§ EXERCISE
Word for word, retype the first line of the records and every following line through the one containing "Columns given by".

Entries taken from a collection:
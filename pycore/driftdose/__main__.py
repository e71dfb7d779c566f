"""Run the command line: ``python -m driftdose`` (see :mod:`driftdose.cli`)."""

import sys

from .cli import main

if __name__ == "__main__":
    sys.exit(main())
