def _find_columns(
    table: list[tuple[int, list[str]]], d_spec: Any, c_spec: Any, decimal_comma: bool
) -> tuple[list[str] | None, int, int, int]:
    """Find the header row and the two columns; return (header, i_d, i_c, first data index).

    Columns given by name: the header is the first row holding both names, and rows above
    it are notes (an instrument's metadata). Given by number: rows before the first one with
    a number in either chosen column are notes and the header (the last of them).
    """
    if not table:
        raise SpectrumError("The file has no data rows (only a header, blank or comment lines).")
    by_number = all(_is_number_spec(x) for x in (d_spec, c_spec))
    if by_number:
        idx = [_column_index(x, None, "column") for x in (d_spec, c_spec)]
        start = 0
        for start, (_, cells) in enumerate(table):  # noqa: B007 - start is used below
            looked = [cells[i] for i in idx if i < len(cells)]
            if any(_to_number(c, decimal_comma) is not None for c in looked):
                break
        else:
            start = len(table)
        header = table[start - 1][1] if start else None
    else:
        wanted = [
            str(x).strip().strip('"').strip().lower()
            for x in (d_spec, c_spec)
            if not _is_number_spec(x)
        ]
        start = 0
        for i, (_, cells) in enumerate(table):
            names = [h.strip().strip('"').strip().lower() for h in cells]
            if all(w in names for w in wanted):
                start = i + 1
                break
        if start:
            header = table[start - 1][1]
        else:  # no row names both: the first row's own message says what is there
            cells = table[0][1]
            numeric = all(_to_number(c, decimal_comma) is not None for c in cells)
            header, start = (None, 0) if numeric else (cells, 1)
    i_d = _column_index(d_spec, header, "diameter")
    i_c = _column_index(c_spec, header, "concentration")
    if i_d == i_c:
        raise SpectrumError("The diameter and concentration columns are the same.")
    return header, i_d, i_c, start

§ TASK RESULT
filename pycore/driftdose/__main__.py
repository e71dfb7d779c566f
"""Run the command line: ``python -m driftdose`` (see :mod:`driftdose.cli`)."""

import sys

from .cli import main

if __name__ == "__main__":
    sys.exit(main())
def _find_columns(
    table: list[tuple[int, list[str]]], d_spec: Any, c_spec: Any, decimal_comma: bool
) -> tuple[list[str] | None, int, int, int]:
    """Find the header row and the two columns; return (header, i_d, i_c, first data index).

    Columns given by name: the header is the first row holding both names, and rows above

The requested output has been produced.